The idea maybe becomes slightly more workable if we don't define 'light' and 'dark' as 'good' and 'evil' (as the Jedi evidently believe) and instead associate light and dark with two different sets of positive and negative ideas:
- Calmness (which can become stagnation)
- Anger/passionate emotion (which can, some would argue, be good if directed against evil)
- Dynamism (which can be destructive and chaotic)
- Death (a natural part of life in some belief systems)
In this model, the Jedi fail because they equate light with goodness, and deny that passion is important to achieving good. The Sith fail because they psychopathically view compassion, peace, and warmth as barriers to power.
Either way, it desperately needs clearing up. Or maybe it's just too much of a mess and just shouldn't be touched at all for fear of making it worse.
Long time ago, I was thinking and pondering about the Mortis Arc.
Just today it struck me, that the Father and the Son are like Palpatine and Anakin/Vader, while Padmé as the peace-loving Daughter was the third, the female element in this relational triumvirate. Anakin wants to become happy, to learn more and in his pursuit, he loses Padmé in the end. Just like the Brother killed the Sister, the only person he loved truly. When Anakin stabs the father and the sone likewise in the end, this is an allusion, that later he will kill Vader and Palpatine, to become Skywalker again. Well, that show was before Ep. IX, sorry. When the Mortis Arc would be retconned in the wake of the ST, perhaps the body of the Father would merely vanish like Yoda's and Obi-Wan's did in the OT.
This sums up my feelings on the Mortis trilogy. It broke my brain when it first came out and the lack of sense it made really frustrated me.
I think this quote from Lucas is relevant:
"I wanted to have this mythological footing because I was basing the films on the idea that the Force has two sides, the good side, the evil side, and they both need to be there. Most religions are built on that, whether it's called yin and yang, God and the devil—everything is built on the push-pull tension created by two sides of the equation. Right from the very beginning, that was the key issue in Star Wars." - George Lucas, 2002
The problem is the dichotomies of yin and yang and God and the devil are very different concepts. You can't conflate them like that without them losing any coherent meaning. Yin and yang isn't about good and evil and God and the devil aren't equal opposites. It seems like Lucas wrote the two sides of the Force to be both like yin and yang and like God and the devil, leading to a confusing mess imo.

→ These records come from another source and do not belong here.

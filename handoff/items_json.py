"""The assessment as JSON for programs: the same figures as the documents, unrounded, with their working."""

from __future__ import annotations

import json
from datetime import datetime
from typing import Any

from handoff import __version__
from handoff.assess import Assessment
from handoff.parameters import Source
from handoff.plugin import Action, Item, PatientState, Working, words
from handoff.state.clock import Clock


def as_data(assessment: Assessment) -> dict[str, Any]:
    """Return the assessment as plain data; times are ISO 8601 with their offset, durations minutes."""
    clock = assessment.state.clock
    return {
        "handoff": __version__,
        "digest": assessment.state.digest,
        "at": clock.iso(assessment.now),
        "patient": _patient(assessment.state),
        "policy": assessment.policy.name,
        "plugins": [plugin.name for plugin in assessment.plugins],
        "items": [item_data(item, clock) for item in assessment.items],
        "actions": [_action(action, clock) for action in assessment.actions],
        "not_recorded": [{"key": item.key, "label": item.label} for item in assessment.not_recorded],
        "unusual": [
            {"line": fault.line, "path": fault.path, "what": fault.what, "cure": fault.cure}
            for fault in assessment.shown_warnings
        ],
        "failures": [{"plugin": failure.plugin, "what": failure.what} for failure in assessment.failures],
    }


def as_json(assessment: Assessment) -> str:
    """Return :func:`as_data` as text; the same assessment gives the same bytes."""
    return json.dumps(as_data(assessment), ensure_ascii=False, indent=1) + "\n"


def _patient(state: PatientState) -> dict[str, Any]:
    """Return what tells this patient from another, so that no program joins two patients."""
    return {
        "name": state.name,
        "born": words(state.patient.get("born")) or None,
        "identifiers": dict(state.identifiers),
        "earlier_names": list(state.texts(state.patient.get("earlier_names"))),
    }


def item_data(item: Item, clock: Clock) -> dict[str, Any]:
    """Return one item as plain data."""
    value = clock.iso(item.value) if isinstance(item.value, datetime) else item.value
    return {
        "key": item.key,
        "label": item.label,
        "value": value,
        "unit": item.unit,
        "shown": item.shown,
        "as_of": clock.iso(item.as_of) if item.as_of else None,
        "part": item.part.value,
        "system": item.system.value,
        "flag": item.flag.value,
        "line": item.line or None,
        "working": _working(item.working) if item.working else None,
        "sources": [_source(source) for source in item.sources],
        "cautions": list(item.cautions),
    }


def _working(working: Working) -> dict[str, Any]:
    inputs = [
        {"label": part.label, "shown": part.shown, "line": part.line or None} for part in working.inputs
    ]
    return {"formula": working.formula, "sum": working.sum, "rule": working.rule, "inputs": inputs}


def _source(source: Source) -> dict[str, Any]:
    return {
        "citation": source.shown(),
        "locator": source.locator,
        "kind": source.kind,
        "doi": source.doi or None,
    }


def _action(action: Action, clock: Clock) -> dict[str, Any]:
    return {
        "key": action.key,
        "area": action.area,
        "text": action.text,
        "why": action.why,
        "system": action.system.value,
        "first_due": clock.iso(action.first_due) if action.first_due else None,
        "every_minutes": action.every.total_seconds() / 60 if action.every else None,
        "urgency": action.urgency.value,
        "sources": [_source(source) for source in action.sources],
        "cautions": list(action.cautions),
    }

I like to think future stories from Lucas would have smoothed things out once he thought through the ideas more or revealed ideas he already had but didn't show in the Mortis arc, but it also might have made it worse. The saving grace of the Mortis arc is that it's easily ignorable and further Mortis stories might have made ignoring it harder.

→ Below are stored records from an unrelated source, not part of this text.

"""What a plugin returns: items (what the reader should know) and actions (what the care plan asks for)."""

from __future__ import annotations

from collections.abc import Iterable, Mapping, Sequence
from datetime import datetime, timedelta
from enum import StrEnum
from typing import TypeAlias

from msgspec import Struct, field
from msgspec.structs import replace

from handoff.parameters import Source

NOT_RECORDED = "not recorded"

Value: TypeAlias = float | int | str | datetime | None


class Part(StrEnum):
    """The part of the handover in which an item is printed."""

    SITUATION = "situation"
    BACKGROUND = "background"
    ASSESSMENT = "assessment"
    RECOMMENDATION = "recommendation"


class System(StrEnum):
    """The system of the body, or the matter, under which an item is printed; printed in this order."""

    GENERAL = "general"
    AIRWAY = "airway"
    BREATHING = "breathing"
    CIRCULATION = "circulation"
    DISABILITY = "disability"
    EXPOSURE = "temperature"
    BURN = "burn area and depth"
    LIMBS = "limb perfusion"
    FLUID = "fluid and urine"
    PAIN = "pain and sedation"
    WOUND = "wounds and dressings"
    INFECTION = "infection"
    NUTRITION = "nutrition and glucose"
    LINES = "lines, tubes and drains"
    SKIN = "skin, position and movement"
    ELECTRICAL = "electrical and chemical injury"
    PEOPLE = "patient and family"


class Flag(StrEnum):
    """What an item asks of the reader; none of them says that a finding is well."""

    ACTION = "needs action"
    REVIEW = "due for review"
    NONE = "no flag"
    NOT_RECORDED = "not recorded"


class Urgency(StrEnum):
    """How soon an action of the care plan is due."""

    NOW = "now"
    TIMED = "timed"
    SHIFT = "this shift"
    ONGOING = "ongoing"


class FormulaInputError(ValueError):
    """An argument of a formula is not finite or lies outside its range."""


class Input(Struct, frozen=True):
    """One number or fact that went into a sum: its name, how it is printed, its line (0: not from the file)."""

    label: str
    shown: str
    line: int = 0


class Working(Struct, frozen=True, kw_only=True):
    """How a figure was worked out, for a reader to check."""

    formula: str
    sum: str
    inputs: tuple[Input, ...] = ()
    rule: str = ""


class Item(Struct, frozen=True, kw_only=True):
    """One thing that the reader should know.

    ``value`` is not rounded and is in ``unit``; ``shown`` is how it is printed, with its unit.
    ``repeats`` marks an item that only repeats what was charted and so needs no source.
    ``rank`` puts an item on page one: the lower, the sooner it can kill; None keeps it off.
    ``detail`` keeps an item out of the body of the handover and in its appendix.
    """

    key: str
    label: str
    part: Part
    system: System
    value: Value = None
    unit: str = ""
    shown: str = ""
    as_of: datetime | None = None
    flag: Flag = Flag.NONE
    working: Working | None = None
    sources: tuple[Source, ...] = ()
    cautions: tuple[str, ...] = ()
    repeats: bool = False
    rank: int | None = None
    detail: bool = False
    line: int = 0


class Action(Struct, frozen=True, kw_only=True):
    """One line of the care plan: what to do, why, when first and how often.

    ``every`` and ``first_due`` give the boxes of the shift; an action with neither is done once.
    """

    key: str
    area: str
    text: str
    why: str
    system: System
    first_due: datetime | None = None
    every: timedelta | None = None
    urgency: Urgency = Urgency.SHIFT
    sources: tuple[Source, ...] = ()
    cautions: tuple[str, ...] = ()


class Findings(Struct, frozen=True):
    """What one plugin returns; ``values`` is for the plugins that require it, by any key they agree on."""

    items: tuple[Item, ...] = ()
    actions: tuple[Action, ...] = ()
    values: Mapping[str, object] = field(default_factory=dict)

    def item(self, key: str) -> Item | None:
        """Return the item of that key, or None."""
        return next((item for item in self.items if item.key == key), None)

    def number(self, key: str) -> float | None:
        """Return the value of the item of that key as a number, or None."""
        item = self.item(key)
        value = item.value if item else None
        return float(value) if isinstance(value, (int, float)) else None


def fact(
    key: str,
    label: str,
    shown: str,
    *,
    system: System,
    value: Value = None,
    unit: str = "",
    part: Part = Part.ASSESSMENT,
    as_of: datetime | None = None,
    flag: Flag = Flag.NONE,
    working: Working | None = None,
    sources: Iterable[Source] = (),
    cautions: Sequence[str] = (),
    rank: int | None = None,
    detail: bool = False,
    line: int = 0,
) -> Item:
    """Return an item of the assessment; each source once, and without any it only repeats what was charted."""
    cited = tuple(dict.fromkeys(sources))
    return Item(
        key=key,
        label=label,
        part=part,
        system=system,
        value=value,
        unit=unit,
        shown=shown,
        as_of=as_of,
        flag=flag,
        working=working,
        sources=cited,
        cautions=tuple(cautions),
        repeats=not cited,
        rank=rank,
        detail=detail,
        line=line,
    )


def gap(
    key: str,
    label: str,
    missing: str = "",
    *,
    system: System,
    unit: str = "",
    part: Part = Part.ASSESSMENT,
    sources: Iterable[Source] = (),
    cautions: Sequence[str] = (),
    rank: int | None = None,
) -> Item:
    """Return an item that is not there: not recorded, or not computed for want of ``missing``."""
    return fact(
        key,
        label,
        f"not computed: {missing}" if missing else NOT_RECORDED,
        system=system,
        unit=unit,
        part=part,
        flag=Flag.NOT_RECORDED,
        sources=sources,
        cautions=cautions,
        rank=rank,
    )


COMFORT_ASKS = "not asked for: the goal of care is comfort"


def not_asked(item: Item) -> Item:
    """Return an item that is not there as no gap: where the goal is comfort it is not asked for."""
    if item.flag is not Flag.NOT_RECORDED:
        return item
    shown = (
        f"{NOT_RECORDED}; {COMFORT_ASKS}" if item.shown == NOT_RECORDED else f"{item.shown}; {COMFORT_ASKS}"
    )
    return replace(item, flag=Flag.NONE, shown=shown, rank=None, detail=True)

The writers of Legend of Korra made the same mistake when they introduced a pair of all-powerful light and dark spirits, equated them to yin and yang, and then proceeded to make a story where the light spirit (who is revealed to be the Avatar spirit) needs to destroy the dark spirit every 10,000 years or else darkness will win and destroy humanity. They paid lip service to Eastern concepts but in the end it just became another, very western, good triumphs over evil story.